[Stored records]
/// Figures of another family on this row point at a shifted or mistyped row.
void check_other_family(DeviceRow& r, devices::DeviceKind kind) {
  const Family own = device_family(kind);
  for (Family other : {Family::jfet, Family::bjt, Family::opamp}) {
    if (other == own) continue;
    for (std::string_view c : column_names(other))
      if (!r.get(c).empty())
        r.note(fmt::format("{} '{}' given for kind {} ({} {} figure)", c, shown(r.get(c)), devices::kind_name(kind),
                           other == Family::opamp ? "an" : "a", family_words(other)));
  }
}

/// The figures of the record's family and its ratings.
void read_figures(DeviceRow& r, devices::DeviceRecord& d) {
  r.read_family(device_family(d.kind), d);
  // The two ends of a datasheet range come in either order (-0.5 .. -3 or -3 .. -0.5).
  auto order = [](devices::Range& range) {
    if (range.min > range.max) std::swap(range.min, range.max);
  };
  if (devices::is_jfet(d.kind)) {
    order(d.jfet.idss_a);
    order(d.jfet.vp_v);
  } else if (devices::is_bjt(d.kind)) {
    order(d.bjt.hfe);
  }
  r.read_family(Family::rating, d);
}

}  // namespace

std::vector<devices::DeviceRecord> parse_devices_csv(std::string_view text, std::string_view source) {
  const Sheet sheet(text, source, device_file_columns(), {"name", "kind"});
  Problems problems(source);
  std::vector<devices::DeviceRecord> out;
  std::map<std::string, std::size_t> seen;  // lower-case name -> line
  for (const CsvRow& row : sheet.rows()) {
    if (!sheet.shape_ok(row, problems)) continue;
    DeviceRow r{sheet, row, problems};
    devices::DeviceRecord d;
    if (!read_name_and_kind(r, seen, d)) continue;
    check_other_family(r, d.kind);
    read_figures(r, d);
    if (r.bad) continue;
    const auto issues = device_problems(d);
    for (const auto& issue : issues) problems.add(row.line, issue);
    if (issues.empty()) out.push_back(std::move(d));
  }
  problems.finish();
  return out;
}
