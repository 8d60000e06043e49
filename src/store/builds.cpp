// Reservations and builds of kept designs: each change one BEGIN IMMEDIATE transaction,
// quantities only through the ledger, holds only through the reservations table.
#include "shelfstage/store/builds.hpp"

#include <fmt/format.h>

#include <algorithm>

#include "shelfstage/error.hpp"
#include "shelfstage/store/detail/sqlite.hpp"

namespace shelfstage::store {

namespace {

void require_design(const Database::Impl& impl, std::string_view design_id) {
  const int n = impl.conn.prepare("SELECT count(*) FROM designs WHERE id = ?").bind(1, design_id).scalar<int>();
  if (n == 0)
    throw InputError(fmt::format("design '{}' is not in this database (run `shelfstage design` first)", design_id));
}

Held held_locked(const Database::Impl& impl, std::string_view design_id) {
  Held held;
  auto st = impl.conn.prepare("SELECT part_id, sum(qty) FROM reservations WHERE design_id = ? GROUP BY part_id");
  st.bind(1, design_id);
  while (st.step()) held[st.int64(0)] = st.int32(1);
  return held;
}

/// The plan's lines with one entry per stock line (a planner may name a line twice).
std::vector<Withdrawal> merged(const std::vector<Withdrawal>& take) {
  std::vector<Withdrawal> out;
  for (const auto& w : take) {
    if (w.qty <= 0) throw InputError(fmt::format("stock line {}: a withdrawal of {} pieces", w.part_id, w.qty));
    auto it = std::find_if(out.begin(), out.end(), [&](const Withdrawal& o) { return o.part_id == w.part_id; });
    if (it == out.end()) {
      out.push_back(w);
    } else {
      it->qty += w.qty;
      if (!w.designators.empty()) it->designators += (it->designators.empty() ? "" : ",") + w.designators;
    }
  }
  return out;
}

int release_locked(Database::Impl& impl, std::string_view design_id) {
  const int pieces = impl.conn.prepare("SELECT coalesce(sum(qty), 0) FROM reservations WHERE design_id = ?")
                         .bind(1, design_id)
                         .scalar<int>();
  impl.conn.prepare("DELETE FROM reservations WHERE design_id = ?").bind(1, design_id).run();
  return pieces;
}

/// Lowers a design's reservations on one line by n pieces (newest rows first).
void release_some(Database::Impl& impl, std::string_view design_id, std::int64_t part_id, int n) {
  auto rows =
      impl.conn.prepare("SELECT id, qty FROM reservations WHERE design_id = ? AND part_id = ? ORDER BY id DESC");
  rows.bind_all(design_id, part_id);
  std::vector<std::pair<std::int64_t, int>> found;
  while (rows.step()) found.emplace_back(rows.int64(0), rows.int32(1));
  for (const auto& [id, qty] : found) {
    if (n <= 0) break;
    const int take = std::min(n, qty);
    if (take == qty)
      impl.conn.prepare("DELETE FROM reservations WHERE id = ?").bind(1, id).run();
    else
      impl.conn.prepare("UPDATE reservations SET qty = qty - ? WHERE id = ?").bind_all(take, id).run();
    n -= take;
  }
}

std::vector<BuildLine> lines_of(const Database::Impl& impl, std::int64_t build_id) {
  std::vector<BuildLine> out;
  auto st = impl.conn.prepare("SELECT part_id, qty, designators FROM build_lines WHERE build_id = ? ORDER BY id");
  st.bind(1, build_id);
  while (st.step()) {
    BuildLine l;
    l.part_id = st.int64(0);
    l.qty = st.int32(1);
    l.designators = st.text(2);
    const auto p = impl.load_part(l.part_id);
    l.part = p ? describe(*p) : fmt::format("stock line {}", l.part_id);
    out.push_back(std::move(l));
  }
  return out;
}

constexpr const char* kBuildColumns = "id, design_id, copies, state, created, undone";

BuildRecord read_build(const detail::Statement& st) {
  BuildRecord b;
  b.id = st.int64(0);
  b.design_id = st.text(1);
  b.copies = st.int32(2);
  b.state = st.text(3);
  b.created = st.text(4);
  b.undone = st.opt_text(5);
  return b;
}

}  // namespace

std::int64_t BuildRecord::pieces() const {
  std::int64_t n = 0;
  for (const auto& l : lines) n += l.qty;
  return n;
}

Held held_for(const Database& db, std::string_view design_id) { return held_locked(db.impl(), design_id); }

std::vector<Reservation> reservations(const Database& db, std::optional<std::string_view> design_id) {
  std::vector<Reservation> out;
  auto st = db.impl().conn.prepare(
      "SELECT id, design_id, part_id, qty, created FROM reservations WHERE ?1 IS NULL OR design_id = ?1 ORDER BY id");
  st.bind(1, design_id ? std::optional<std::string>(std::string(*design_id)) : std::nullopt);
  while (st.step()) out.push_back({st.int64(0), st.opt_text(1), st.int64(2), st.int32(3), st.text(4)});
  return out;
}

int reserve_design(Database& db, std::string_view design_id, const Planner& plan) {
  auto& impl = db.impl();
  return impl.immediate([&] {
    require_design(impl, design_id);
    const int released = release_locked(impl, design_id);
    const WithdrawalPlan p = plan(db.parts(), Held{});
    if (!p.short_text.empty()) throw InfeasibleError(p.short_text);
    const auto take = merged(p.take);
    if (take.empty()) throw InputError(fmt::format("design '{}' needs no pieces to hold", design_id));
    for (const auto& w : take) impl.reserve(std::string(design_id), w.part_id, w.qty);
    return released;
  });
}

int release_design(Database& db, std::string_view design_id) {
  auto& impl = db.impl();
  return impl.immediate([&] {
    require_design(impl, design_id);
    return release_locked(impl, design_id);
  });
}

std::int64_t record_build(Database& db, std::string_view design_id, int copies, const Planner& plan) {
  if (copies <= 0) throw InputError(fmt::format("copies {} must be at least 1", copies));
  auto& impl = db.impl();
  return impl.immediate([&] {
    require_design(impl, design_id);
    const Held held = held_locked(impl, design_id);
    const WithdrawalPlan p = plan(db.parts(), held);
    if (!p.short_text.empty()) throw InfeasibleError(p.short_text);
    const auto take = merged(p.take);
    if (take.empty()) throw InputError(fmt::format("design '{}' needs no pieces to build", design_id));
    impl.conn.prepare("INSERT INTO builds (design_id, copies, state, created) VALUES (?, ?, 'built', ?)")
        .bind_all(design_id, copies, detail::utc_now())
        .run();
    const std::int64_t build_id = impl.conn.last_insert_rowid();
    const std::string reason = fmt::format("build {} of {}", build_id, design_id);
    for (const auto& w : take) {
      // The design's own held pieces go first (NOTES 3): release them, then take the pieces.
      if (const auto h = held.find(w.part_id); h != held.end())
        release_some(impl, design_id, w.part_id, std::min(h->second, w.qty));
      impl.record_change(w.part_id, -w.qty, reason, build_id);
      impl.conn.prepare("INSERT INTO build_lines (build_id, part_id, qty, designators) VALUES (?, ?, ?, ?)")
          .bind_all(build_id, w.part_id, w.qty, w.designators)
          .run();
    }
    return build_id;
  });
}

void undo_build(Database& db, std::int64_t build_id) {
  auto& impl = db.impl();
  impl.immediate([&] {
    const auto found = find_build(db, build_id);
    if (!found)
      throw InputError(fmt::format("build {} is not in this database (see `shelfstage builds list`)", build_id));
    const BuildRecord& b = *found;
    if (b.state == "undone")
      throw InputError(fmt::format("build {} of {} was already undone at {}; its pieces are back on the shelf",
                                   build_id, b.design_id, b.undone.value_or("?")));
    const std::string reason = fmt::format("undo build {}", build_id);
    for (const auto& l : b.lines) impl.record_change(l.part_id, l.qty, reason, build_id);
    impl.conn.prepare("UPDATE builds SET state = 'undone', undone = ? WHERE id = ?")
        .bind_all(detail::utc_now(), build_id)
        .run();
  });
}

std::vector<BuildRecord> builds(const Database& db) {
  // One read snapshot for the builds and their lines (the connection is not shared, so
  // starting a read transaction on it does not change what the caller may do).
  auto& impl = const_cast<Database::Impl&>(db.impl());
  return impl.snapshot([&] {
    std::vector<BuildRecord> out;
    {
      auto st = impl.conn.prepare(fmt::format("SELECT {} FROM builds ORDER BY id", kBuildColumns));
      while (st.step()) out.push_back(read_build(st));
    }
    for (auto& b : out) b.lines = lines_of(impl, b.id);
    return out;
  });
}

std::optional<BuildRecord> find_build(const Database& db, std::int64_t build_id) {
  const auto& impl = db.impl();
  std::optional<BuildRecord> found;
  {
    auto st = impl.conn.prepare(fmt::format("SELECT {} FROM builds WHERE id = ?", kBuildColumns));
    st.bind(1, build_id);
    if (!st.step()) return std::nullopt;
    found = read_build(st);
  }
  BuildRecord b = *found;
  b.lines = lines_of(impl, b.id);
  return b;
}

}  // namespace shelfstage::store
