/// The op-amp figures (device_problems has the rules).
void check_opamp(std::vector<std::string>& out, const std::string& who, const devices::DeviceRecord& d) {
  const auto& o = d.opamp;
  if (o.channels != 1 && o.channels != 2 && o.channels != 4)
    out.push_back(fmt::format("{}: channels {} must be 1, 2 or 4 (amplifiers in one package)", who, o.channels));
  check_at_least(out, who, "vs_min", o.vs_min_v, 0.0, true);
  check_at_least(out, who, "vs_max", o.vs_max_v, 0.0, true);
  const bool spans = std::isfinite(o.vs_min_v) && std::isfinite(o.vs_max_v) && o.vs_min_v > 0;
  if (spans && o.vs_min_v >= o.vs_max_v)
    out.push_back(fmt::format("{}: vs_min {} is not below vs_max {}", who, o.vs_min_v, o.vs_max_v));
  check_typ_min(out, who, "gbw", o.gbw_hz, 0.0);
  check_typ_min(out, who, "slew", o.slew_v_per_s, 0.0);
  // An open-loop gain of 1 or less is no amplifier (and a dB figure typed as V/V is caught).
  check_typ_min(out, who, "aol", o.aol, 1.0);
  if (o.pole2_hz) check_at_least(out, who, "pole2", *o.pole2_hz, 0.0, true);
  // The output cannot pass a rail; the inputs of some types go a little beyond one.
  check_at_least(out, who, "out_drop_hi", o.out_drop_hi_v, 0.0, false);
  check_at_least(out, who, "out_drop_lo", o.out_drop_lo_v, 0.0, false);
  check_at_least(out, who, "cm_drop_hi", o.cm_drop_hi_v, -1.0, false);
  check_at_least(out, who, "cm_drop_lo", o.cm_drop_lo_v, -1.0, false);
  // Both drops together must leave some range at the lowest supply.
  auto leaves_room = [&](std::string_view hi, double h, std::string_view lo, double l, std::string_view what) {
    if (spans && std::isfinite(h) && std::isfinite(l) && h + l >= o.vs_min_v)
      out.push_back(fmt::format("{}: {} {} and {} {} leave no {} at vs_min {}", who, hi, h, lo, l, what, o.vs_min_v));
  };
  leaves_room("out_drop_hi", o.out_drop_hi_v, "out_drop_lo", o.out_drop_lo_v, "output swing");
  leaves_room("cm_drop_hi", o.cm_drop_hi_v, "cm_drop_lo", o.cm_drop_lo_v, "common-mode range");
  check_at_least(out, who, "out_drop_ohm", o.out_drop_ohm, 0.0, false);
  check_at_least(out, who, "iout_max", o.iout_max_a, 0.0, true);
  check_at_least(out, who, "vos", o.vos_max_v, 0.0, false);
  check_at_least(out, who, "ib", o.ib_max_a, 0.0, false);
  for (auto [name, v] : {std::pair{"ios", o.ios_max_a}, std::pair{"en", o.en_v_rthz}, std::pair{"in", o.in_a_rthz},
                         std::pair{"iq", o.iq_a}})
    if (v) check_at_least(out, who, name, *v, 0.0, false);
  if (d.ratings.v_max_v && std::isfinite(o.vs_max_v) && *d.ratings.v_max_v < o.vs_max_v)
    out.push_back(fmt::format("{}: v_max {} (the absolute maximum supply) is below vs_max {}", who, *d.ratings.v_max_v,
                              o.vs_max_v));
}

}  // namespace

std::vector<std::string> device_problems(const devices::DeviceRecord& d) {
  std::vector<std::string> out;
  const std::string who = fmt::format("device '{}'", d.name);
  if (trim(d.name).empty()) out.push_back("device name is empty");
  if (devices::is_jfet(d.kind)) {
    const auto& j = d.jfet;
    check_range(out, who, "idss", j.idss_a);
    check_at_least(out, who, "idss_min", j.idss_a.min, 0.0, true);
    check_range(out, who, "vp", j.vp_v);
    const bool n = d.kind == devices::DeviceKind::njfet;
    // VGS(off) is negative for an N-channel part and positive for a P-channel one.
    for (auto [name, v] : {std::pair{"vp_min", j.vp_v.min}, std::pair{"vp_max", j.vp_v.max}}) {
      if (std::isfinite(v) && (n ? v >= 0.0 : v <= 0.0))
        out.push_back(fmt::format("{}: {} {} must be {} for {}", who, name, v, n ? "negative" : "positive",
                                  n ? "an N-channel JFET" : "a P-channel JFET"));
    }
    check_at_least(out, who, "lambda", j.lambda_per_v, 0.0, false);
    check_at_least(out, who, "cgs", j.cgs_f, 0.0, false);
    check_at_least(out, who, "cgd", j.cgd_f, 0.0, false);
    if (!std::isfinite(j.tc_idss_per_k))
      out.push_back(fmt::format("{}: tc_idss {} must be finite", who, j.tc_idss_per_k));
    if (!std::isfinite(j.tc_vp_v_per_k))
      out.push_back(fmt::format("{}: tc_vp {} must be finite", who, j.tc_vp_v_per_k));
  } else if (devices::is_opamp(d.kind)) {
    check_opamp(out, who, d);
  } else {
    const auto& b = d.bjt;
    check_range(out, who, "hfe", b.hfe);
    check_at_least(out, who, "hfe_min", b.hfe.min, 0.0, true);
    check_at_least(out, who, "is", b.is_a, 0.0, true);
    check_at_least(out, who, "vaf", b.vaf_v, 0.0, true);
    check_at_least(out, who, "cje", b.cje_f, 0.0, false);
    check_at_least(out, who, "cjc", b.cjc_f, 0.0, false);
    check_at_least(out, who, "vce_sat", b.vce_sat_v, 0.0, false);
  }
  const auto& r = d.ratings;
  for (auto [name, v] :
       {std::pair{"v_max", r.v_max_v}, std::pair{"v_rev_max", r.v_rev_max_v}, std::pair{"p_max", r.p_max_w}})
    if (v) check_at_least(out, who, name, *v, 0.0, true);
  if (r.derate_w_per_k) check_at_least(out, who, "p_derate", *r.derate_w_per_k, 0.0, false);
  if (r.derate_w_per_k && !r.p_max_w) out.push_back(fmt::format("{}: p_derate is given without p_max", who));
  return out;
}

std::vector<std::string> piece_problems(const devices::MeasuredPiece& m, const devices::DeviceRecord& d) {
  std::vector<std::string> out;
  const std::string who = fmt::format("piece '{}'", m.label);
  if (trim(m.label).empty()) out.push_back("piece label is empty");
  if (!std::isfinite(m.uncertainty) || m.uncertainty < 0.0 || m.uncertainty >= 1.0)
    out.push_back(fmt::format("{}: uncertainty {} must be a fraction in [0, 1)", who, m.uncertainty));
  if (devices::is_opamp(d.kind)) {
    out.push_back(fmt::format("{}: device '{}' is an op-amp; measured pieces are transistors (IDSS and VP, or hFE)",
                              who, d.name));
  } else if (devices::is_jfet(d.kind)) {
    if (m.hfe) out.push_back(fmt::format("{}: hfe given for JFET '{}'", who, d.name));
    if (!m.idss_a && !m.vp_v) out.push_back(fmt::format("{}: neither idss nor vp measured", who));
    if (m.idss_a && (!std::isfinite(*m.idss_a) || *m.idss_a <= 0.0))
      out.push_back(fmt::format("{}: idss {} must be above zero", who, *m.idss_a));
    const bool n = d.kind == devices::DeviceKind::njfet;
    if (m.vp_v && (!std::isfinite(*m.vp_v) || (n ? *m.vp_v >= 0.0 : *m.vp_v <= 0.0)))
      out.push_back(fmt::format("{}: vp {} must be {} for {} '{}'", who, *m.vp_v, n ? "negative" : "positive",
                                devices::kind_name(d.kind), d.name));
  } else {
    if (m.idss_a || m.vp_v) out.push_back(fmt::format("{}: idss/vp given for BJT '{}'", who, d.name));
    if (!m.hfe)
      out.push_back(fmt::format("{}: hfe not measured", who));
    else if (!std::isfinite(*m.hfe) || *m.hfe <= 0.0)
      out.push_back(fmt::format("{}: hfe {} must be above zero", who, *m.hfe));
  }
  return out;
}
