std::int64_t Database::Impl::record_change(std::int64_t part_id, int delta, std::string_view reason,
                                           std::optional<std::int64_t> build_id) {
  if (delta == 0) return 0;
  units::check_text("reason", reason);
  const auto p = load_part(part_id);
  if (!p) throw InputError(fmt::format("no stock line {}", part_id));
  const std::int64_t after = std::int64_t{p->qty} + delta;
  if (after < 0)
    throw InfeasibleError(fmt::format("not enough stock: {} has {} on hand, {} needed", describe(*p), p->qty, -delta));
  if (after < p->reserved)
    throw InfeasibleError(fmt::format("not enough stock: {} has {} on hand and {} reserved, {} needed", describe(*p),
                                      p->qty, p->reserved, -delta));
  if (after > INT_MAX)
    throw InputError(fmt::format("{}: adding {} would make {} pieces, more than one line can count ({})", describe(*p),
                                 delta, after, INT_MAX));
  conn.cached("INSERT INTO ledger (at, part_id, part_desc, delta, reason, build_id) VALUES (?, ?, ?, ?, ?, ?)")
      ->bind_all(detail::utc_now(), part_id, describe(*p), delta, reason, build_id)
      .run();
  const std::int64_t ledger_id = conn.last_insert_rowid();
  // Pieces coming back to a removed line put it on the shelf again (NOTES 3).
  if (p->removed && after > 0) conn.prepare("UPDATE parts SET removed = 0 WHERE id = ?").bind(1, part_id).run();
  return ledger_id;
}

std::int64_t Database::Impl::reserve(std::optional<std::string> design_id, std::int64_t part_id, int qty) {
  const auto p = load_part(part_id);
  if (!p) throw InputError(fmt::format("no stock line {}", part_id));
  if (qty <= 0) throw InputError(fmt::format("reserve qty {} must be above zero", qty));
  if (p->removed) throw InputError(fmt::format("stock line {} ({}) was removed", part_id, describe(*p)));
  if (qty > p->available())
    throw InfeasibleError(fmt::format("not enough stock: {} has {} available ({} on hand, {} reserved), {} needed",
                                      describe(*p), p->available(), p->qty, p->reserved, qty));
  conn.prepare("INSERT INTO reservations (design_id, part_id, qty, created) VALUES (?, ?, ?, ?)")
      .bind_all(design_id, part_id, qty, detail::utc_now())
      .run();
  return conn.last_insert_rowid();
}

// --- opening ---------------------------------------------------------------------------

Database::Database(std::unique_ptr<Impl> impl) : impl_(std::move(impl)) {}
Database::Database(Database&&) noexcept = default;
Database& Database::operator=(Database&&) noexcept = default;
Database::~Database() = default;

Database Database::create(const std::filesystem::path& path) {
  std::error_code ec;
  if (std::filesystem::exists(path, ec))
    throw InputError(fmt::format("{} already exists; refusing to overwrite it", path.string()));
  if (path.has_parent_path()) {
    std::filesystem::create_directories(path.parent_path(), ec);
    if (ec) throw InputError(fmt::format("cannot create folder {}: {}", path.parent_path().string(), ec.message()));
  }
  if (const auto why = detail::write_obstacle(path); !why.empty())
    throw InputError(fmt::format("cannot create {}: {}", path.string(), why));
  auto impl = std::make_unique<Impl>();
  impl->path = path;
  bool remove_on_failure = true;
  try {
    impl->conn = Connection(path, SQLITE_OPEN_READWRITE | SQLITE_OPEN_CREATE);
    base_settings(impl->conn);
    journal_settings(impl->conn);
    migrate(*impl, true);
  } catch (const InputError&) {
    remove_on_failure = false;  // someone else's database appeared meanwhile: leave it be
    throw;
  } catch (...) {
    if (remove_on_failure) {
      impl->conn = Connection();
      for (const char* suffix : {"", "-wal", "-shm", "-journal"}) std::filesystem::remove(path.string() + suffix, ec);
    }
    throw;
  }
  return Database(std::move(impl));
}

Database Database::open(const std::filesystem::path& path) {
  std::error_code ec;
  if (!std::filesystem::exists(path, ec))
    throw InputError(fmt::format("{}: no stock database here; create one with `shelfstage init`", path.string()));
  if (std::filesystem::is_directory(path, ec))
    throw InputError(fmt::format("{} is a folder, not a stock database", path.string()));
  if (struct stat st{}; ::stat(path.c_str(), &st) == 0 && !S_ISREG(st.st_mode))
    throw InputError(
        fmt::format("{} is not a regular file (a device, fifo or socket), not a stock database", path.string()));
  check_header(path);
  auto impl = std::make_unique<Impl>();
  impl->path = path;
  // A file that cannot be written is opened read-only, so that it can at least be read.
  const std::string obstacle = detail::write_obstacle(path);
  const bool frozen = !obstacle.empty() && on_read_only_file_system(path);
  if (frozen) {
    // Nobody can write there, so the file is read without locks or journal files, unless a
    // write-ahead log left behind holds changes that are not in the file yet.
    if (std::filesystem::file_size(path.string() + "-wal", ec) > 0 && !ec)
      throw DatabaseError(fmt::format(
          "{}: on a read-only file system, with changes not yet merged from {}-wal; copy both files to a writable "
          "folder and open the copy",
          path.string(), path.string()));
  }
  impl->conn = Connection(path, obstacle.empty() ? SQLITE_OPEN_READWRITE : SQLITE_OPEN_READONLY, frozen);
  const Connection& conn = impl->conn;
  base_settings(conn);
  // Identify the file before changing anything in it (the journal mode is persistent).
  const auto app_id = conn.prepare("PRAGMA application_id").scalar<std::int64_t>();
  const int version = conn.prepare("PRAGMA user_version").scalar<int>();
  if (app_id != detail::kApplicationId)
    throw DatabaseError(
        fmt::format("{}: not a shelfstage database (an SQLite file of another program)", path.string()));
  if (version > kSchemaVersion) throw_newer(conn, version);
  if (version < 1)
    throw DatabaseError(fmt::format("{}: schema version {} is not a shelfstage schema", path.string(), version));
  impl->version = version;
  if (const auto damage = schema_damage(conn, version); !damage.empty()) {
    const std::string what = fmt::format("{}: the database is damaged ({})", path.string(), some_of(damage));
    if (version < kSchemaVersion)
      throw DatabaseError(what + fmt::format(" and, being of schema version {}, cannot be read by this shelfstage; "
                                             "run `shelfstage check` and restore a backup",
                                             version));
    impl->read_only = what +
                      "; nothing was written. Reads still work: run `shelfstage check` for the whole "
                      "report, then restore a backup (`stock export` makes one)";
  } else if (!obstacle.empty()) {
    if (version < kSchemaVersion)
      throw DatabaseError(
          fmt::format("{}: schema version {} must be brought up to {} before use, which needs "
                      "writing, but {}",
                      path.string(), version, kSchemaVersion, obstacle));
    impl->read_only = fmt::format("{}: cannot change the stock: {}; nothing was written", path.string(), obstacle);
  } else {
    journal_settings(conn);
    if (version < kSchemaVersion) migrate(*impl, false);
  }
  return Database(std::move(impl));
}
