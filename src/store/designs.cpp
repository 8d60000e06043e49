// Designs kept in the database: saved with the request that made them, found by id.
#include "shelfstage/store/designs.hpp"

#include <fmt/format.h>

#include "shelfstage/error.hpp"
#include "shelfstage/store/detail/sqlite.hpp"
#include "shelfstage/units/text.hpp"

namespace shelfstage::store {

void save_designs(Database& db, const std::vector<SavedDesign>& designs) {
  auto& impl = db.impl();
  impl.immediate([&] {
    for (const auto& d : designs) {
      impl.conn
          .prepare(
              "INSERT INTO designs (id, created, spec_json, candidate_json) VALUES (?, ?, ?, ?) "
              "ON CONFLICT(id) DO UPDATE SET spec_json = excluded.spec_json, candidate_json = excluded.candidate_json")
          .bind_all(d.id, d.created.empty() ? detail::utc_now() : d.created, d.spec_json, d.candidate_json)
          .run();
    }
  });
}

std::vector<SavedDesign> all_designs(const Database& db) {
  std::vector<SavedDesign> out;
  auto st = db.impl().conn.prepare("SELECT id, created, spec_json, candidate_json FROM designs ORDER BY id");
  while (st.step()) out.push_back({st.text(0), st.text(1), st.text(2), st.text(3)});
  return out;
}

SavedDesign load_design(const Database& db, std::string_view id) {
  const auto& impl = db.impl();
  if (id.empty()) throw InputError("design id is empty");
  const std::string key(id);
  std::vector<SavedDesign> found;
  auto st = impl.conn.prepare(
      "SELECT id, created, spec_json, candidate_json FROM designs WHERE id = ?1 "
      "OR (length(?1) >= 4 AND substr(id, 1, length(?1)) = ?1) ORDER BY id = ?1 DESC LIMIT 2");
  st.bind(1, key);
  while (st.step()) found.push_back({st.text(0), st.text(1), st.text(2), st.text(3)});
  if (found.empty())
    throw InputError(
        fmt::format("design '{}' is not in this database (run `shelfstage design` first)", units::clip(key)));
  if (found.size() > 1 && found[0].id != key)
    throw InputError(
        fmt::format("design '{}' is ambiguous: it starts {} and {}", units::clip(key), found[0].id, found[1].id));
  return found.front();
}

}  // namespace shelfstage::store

* How to complete this task *
Where a line of the records includes "source", copy it.

* Result for this exercise *
std::vector<devices::DeviceRecord> parse_devices_csv(std::string_view text, std::string_view source) {
  const Sheet sheet(text, source, device_file_columns(), {"name", "kind"});
  Problems problems(source);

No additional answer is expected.